Black bear, grizzly bear, puma, Steller's sea eagle, tanager crane, wild boar, raccoon dog, fox, hare, civet, weasel ....... These are the wild animals I have come face to face within the forest alone or with a fishing guide. Except for the puma in the distant trees, the encounters were mostly at close range. I encountered black bears and grizzlies when they were still afraid of humans. When they saw me, they turned and went back into the woods. I had a contingency plan, but I never used it. Now that they know humans are delicious and not worth worrying about, I would be dead. The most moving experience was an encounter with a Steller's sea eagle in Hokkaido in early winter. As usual, I was bushwalking alone. I emerged into an open place. The eagle, with both feet firmly planted on its prey, spread its wings as if about to take flight. Its wings were more than two meters long and nearly one meter high. That eagle stared at me and flew away without any sign of panic.
My good fortune in encountering wildlife is due to my hobby, fly fishing. My fishing career has been long, although circumstances have interrupted it at times. My father taught me in early elementary school, and I bought my first fishing tackle with my pocket money when I was twelve years old. Sixty years have already passed.
Some of you may know that I am from Buraku, but I have been an angler longer than I have lived as a Burakumin with self-identification. If I recognize human beings as a bundle of identities, the fly fisher identity was clearly an important part of that bundle. I once planned to retire early from corporate management and spend time as a riverkeeper and ghillie on a river managed by my friend.
However, I have never neglected to learn about the Buraku issue. I was fortunate to have friends in the BLM. One special friend invited me to study groups long before the Institute of Social Theory and Dynamics had ever been named as such. I would work, participate in the BLM, studys, and fish. The order may have been reversed, but all were sincerely joyful.

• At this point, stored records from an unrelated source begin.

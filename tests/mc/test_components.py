"""Variance components: against balanced sums of squares, against a dense likelihood, and how often intervals hold the truth."""

import numpy as np
import pytest

from mc.components import Nested, Restricted, fit_components


def nested(seed, lots=4, wafers=3, dies=4, rows=6, sizes=(8.0, 5.0, 4.0, 3.0)):
    """Values with components of known sizes; the local one has a shape of its own."""
    stream = np.random.default_rng(seed)
    counts = lots, lots * wafers, lots * wafers * dies
    levels = [np.repeat(np.arange(count), counts[2] // count * rows) for count in counts]
    shape = np.tile(np.geomspace(0.3, 5, rows), counts[2])
    value = sum(size * stream.standard_normal(count)[codes] for size, count, codes in zip(sizes, counts, levels))
    value = value + np.sqrt(1 + sizes[3] ** 2 * shape) * stream.standard_normal(len(shape))
    fixed = np.column_stack([np.ones(len(shape)), shape])
    residuals = value - fixed @ np.linalg.lstsq(fixed, value, rcond=None)[0]
    values = Nested(residuals=residuals, fixed=fixed, levels=tuple(levels), known=np.ones(len(shape)), shapes=(shape,))
    return values, (counts[0] - 1, counts[1] - counts[0], counts[2] - counts[1])


def dense(values, levels, local):
    """The same likelihood with the whole covariance matrix."""
    matrix = np.diag(values.known + local[0] * values.shapes[0])
    for variance, codes in zip(levels, values.levels):
        matrix += variance * (codes[:, None] == codes)
    inverse = np.linalg.inv(matrix)
    inner = values.fixed.T @ inverse @ values.fixed
    part = values.fixed.T @ inverse @ values.residuals
    whole = values.residuals @ inverse @ values.residuals - part @ np.linalg.solve(inner, part)
    return np.linalg.slogdet(matrix)[1] + np.linalg.slogdet(inner)[1] + whole


def test_the_sweep_is_the_dense_likelihood():
    values = nested(1)[0]
    swept = Restricted(values)
    for levels, local in (((64.0, 25.0, 16.0), (9.0,)), ((0.1, 3.0, 50.0), (2.0,)), ((0.0, 0.0, 0.0), (1.0,))):
        assert swept(levels, local) == pytest.approx(dense(values, levels, local), rel=1e-10, abs=0)


def test_the_order_of_the_rows_does_not_matter():
    values = nested(2)[0]
    order = np.random.default_rng(0).permutation(len(values.residuals))
    mixed = Nested(
        residuals=values.residuals[order], fixed=values.fixed[order], levels=tuple(codes[order] for codes in values.levels),
        known=values.known[order], shapes=(values.shapes[0][order],),
    )  # fmt: skip
    assert Restricted(mixed)((9, 4, 1), (2,)) == pytest.approx(Restricted(values)((9, 4, 1), (2,)), rel=1e-12, abs=0)


def test_one_balanced_level_is_the_analysis_of_variance():
    stream = np.random.default_rng(3)
    codes = np.repeat(np.arange(12), 5)
    value = 3 * stream.standard_normal(12)[codes] + stream.standard_normal(60)
    ones = np.ones((60, 1))
    found = fit_components(
        Nested(residuals=value - value.mean(), fixed=ones, levels=(codes,), known=np.zeros(60), shapes=(np.ones(60),)),
        (11,),
    )
    means = value.reshape(12, 5).mean(axis=1)
    within = value.reshape(12, 5).var(axis=1, ddof=1).mean()
    assert found.local[0].value == pytest.approx(within, rel=1e-3)
    assert found.levels[0].value == pytest.approx(means.var(ddof=1) - within / 5, rel=1e-3)


def test_differences_add_what_a_pair_tells():
    stream = np.random.default_rng(4)
    difference = 2.0 * stream.standard_normal(400)
    none = np.zeros(0)
    found = fit_components(
        Nested(residuals=difference, fixed=np.zeros((400, 0)), levels=(), known=np.zeros(400), shapes=(np.ones(400),)),
        (),
    ).local[0]
    assert found.value == pytest.approx((difference**2).mean(), rel=1e-3)
    both = Nested(
        residuals=difference[:200], fixed=np.zeros((200, 0)), levels=(), known=np.zeros(200), shapes=(np.ones(200),),
        differences=difference[200:], difference_known=np.zeros(200), difference_shapes=(np.ones(200),),
    )  # fmt: skip
    assert fit_components(both, ()).local[0].value == pytest.approx(found.value, rel=1e-3)
    assert len(none) == 0


def test_no_component_is_none_with_a_lower_bound_of_zero():
    values, degrees = nested(5, sizes=(0.0, 0.0, 0.0, 3.0))
    found = fit_components(values, degrees)
    for estimate in found.levels:
        assert estimate.low == 0.0 and estimate.high < 5.0


def test_intervals_hold_the_truth():
    """Over 100 repeats 92 to 99 % held it (5 dies, 8 rows); here fewer, and three standard errors."""
    truth, held = (64.0, 25.0, 16.0, 9.0), np.zeros(4)
    for seed in range(16):
        values, degrees = nested(100 + seed)
        found = fit_components(values, degrees)
        held += [each.low <= size <= each.high for each, size in zip((*found.levels, *found.local), truth)]
    assert np.all(held >= 12) and held.sum() >= 55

One day, however, I realized something. For some reason, I kept thinking about the Buraku issue as I stared at a dry fly I had cast for a trout. It was around the year 2000 when I began to feel annoyed with the image of the Buraku that Buraku studies portrayed. Although I mentioned identity, I was deeply offended by the discussion of the lack of identity, not caring that we are hard to identify with because of the nature of Burakumin. Although research may be based on objective data, I felt it incomprehensible that the researchers did not notice their argument that the Buraku were such-and-such specie was so different from the reality of our lives. We are pluralistic and diverse beings who experience both mundane and nonroutine worlds, but it seemed to me that those arguments were forcing us to agree with the image of the Burakumin created by others. I saw that these discussions were the products of subjectivity, regardless of whether the researchers claimed to be objective or not. The situation was, so to speak, Buraku study inflation, and I think it left us with a lot of scars.
Many fly fishers have been influenced by the phrase “Study to be quiet” (Izaak Walton: 1653). There are many interpretations, but in retrospect, the quiet tension of encountering wildlife and gazing at the fly alone in the stillness created by the current of the water was a good opportunity for me to objectify myself. Even though I had no great ability, it seemed to add to my identity as a researcher, albeit in a subdued way. This made me busy with my studies, and my trips to the river ceased. I think this choice was the result of a purpose-rational action concerning the future of Burakumin being connected to me.
Sometimes I have dreams. For example, it is a brown trout (the trout in Schubert's piano quintet), nearly a meter long, slowly breaking the surface of the water and taking my fly in its mouth. I tremble, and then the trout fights me. Or a steelhead (a rainbow trout of the descending type) attacks my fly as if to snatch it, and I land that steelhead against the torrent.
We Burakumin always have hope to win our self-liberation. I will save my dreams until the time when our hopes are realized.
Writing this essay for the website of the Institution of Social Theory and Dynamics, to which I belong, and with permission, I post the English translation on my website.